| Activity |
The required output is every record, written out exactly.

| Material for the task |
def test_injected_forbidden_components_are_found_with_their_size():
    c = _cubic()
    c[0, 3] = c[3, 0] = 3.0
    c[2, 5] = c[5, 2] = -2.0
    r = tensym.check_tensor(c, "elastic_stiffness", "m-3m", sigma=np.full((6, 6), 0.5), units="GPa")
    found = {f.label: f for f in r.forbidden if f.value}
    assert set(found) == {"c14", "c36"}
    assert found["c14"].value == 3.0 and found["c14"].significance == pytest.approx(6.0)
    assert found["c36"].value == -2.0 and found["c36"].significance == pytest.approx(4.0)
    assert r.chi2 == pytest.approx(6.0**2 + 4.0**2) and r.dof == 18
    assert not r.passes and r.p_value == pytest.approx(float(chi2_sf(52.0, 18)))
    # the residual is the two components in every index tuple: 4 * 3^2 + 4 * 2^2 (Frobenius)
    t = r.data.tensor
    assert r.residual_fraction == pytest.approx(math.sqrt(4 * 9 + 4 * 4) / np.linalg.norm(t), rel=1e-12)


def test_broken_relation_with_propagated_uncertainty():
    f = tensym.tensor_form("elastic_stiffness", "6/mmm")
    c = np.array(f.evaluate([200.0, 80.0, 60.0, 180.0, 40.0]))
    c[5, 5] += 1.5
    sig = np.full((6, 6), 0.4)
    sig[0, 0], sig[0, 1], sig[1, 0], sig[5, 5] = 0.6, 0.2, 0.2, 0.3
    r = tensym.check_tensor(c, "elastic_stiffness", "6/mmm", sigma=sig)
    rel = {t.label: t for t in r.relations}["c66"]
    assert str(rel.relation) == "Eq(c66, c11/2 - c12/2)"
    assert rel.discrepancy == pytest.approx(1.5)
    assert rel.expected == pytest.approx(60.0)
    assert rel.sigma == pytest.approx(math.sqrt(0.3**2 + (0.6**2 + 0.2**2) / 4))


def test_propagated_uncertainties_agree_with_monte_carlo():
    # seeded Monte Carlo: the spread of the fitted constants over noisy copies of a -3m tensor matches
    # the propagated (A^T W A)^-1 within 4 standard errors of a sample standard deviation.
    rng = np.random.default_rng(20240601)
    f = tensym.tensor_form("elastic_stiffness", "-3m")
    c = np.array(f.evaluate([87.0, 7.0, 12.0, -18.0, 107.0, 58.0]))
    s = rng.uniform(0.1, 1.0, size=(6, 6))
    s = (s + s.T) / 2
    rep = tensym.check_tensor(c, "elastic_stiffness", "-3m", sigma=s)
    n = 4000
    noise = rng.standard_normal((n, 6, 6)) * s
    noise = np.triu(noise) + np.triu(noise, 1).transpose(0, 2, 1)
    b = tensym.check_tensors(c + noise, "elastic_stiffness", "-3m", sigma=np.broadcast_to(s, (n, 6, 6)))
    spread = b.constants.std(axis=0, ddof=1)
    prop = np.array([k.sigma for k in rep.constants])
    se = prop / math.sqrt(2 * (n - 1))
    assert np.all(np.abs(spread - prop) < 4 * se)
    assert np.allclose(b.constants_sigma, prop)
    # chi2 of a correct model has mean dof = 15 (standard error sqrt(2 dof / n))
    assert b.dof == 15 and abs(b.chi2.mean() - 15) < 4 * math.sqrt(30 / n)
    assert abs(b.p_value.mean() - 0.5) < 4 * math.sqrt(1 / 12 / n)  # p-values are uniform
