def catalog_group(setting_symbol):
    """The catalog group of one exact setting symbol (cached; no alias lookup).

    Use :func:`tensym.point_group` for user-facing lookup by any spelling.

    Raises
    ------
    UnknownGroupError
        If ``setting_symbol`` is not a row of the table.

    Examples
    --------
    >>> catalog_group("312").setting
    '3-fold along z, a 2-fold along y'
    """
    g = _CACHE.get(setting_symbol)
    if g is None:
        row = _BY_SYMBOL.get(setting_symbol)
        if row is None:
            raise UnknownGroupError(
                f"{echo(setting_symbol)} is not a setting symbol of the catalog; "
                f"valid ones: {', '.join(point_groups(which='all'))}"
            )
        gens = [_generator(t, row.basis) for t in row.generators]
        g = PointGroup(None, gens, setting_names(row))
        _CACHE[setting_symbol] = g
    return g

| Problem solution |
def test_injected_forbidden_components_are_found_with_their_size():
    c = _cubic()
    c[0, 3] = c[3, 0] = 3.0
    c[2, 5] = c[5, 2] = -2.0
    r = tensym.check_tensor(c, "elastic_stiffness", "m-3m", sigma=np.full((6, 6), 0.5), units="GPa")
    found = {f.label: f for f in r.forbidden if f.value}
    assert set(found) == {"c14", "c36"}
    assert found["c14"].value == 3.0 and found["c14"].significance == pytest.approx(6.0)
    assert found["c36"].value == -2.0 and found["c36"].significance == pytest.approx(4.0)
    assert r.chi2 == pytest.approx(6.0**2 + 4.0**2) and r.dof == 18
    assert not r.passes and r.p_value == pytest.approx(float(chi2_sf(52.0, 18)))
    # the residual is the two components in every index tuple: 4 * 3^2 + 4 * 2^2 (Frobenius)
    t = r.data.tensor
    assert r.residual_fraction == pytest.approx(math.sqrt(4 * 9 + 4 * 4) / np.linalg.norm(t), rel=1e-12)


def test_broken_relation_with_propagated_uncertainty():
    f = tensym.tensor_form("elastic_stiffness", "6/mmm")
    c = np.array(f.evaluate([200.0, 80.0, 60.0, 180.0, 40.0]))
    c[5, 5] += 1.5
    sig = np.full((6, 6), 0.4)
    sig[0, 0], sig[0, 1], sig[1, 0], sig[5, 5] = 0.6, 0.2, 0.2, 0.3
    r = tensym.check_tensor(c, "elastic_stiffness", "6/mmm", sigma=sig)
    rel = {t.label: t for t in r.relations}["c66"]
    assert str(rel.relation) == "Eq(c66, c11/2 - c12/2)"
    assert rel.discrepancy == pytest.approx(1.5)
    assert rel.expected == pytest.approx(60.0)
    assert rel.sigma == pytest.approx(math.sqrt(0.3**2 + (0.6**2 + 0.2**2) / 4))


def test_propagated_uncertainties_agree_with_monte_carlo():
    # seeded Monte Carlo: the spread of the fitted constants over noisy copies of a -3m tensor matches
    # the propagated (A^T W A)^-1 within 4 standard errors of a sample standard deviation.
    rng = np.random.default_rng(20240601)
    f = tensym.tensor_form("elastic_stiffness", "-3m")
    c = np.array(f.evaluate([87.0, 7.0, 12.0, -18.0, 107.0, 58.0]))
    s = rng.uniform(0.1, 1.0, size=(6, 6))
    s = (s + s.T) / 2
    rep = tensym.check_tensor(c, "elastic_stiffness", "-3m", sigma=s)
    n = 4000
    noise = rng.standard_normal((n, 6, 6)) * s
    noise = np.triu(noise) + np.triu(noise, 1).transpose(0, 2, 1)
    b = tensym.check_tensors(c + noise, "elastic_stiffness", "-3m", sigma=np.broadcast_to(s, (n, 6, 6)))
    spread = b.constants.std(axis=0, ddof=1)
    prop = np.array([k.sigma for k in rep.constants])
    se = prop / math.sqrt(2 * (n - 1))
    assert np.all(np.abs(spread - prop) < 4 * se)
    assert np.allclose(b.constants_sigma, prop)
    # chi2 of a correct model has mean dof = 15 (standard error sqrt(2 dof / n))
    assert b.dof == 15 and abs(b.chi2.mean() - 15) < 4 * math.sqrt(30 / n)
    assert abs(b.p_value.mean() - 0.5) < 4 * math.sqrt(1 / 12 / n)  # p-values are uniform
def catalog_group(setting_symbol):
    """The catalog group of one exact setting symbol (cached; no alias lookup).

    Use :func:`tensym.point_group` for user-facing lookup by any spelling.

    Raises
    ------
    UnknownGroupError
        If ``setting_symbol`` is not a row of the table.

    Examples
    --------
    >>> catalog_group("312").setting
    '3-fold along z, a 2-fold along y'
    """
    g = _CACHE.get(setting_symbol)
    if g is None:
        row = _BY_SYMBOL.get(setting_symbol)
        if row is None:
            raise UnknownGroupError(
                f"{echo(setting_symbol)} is not a setting symbol of the catalog; "
                f"valid ones: {', '.join(point_groups(which='all'))}"
            )
        gens = [_generator(t, row.basis) for t in row.generators]
        g = PointGroup(None, gens, setting_names(row))
        _CACHE[setting_symbol] = g
    return g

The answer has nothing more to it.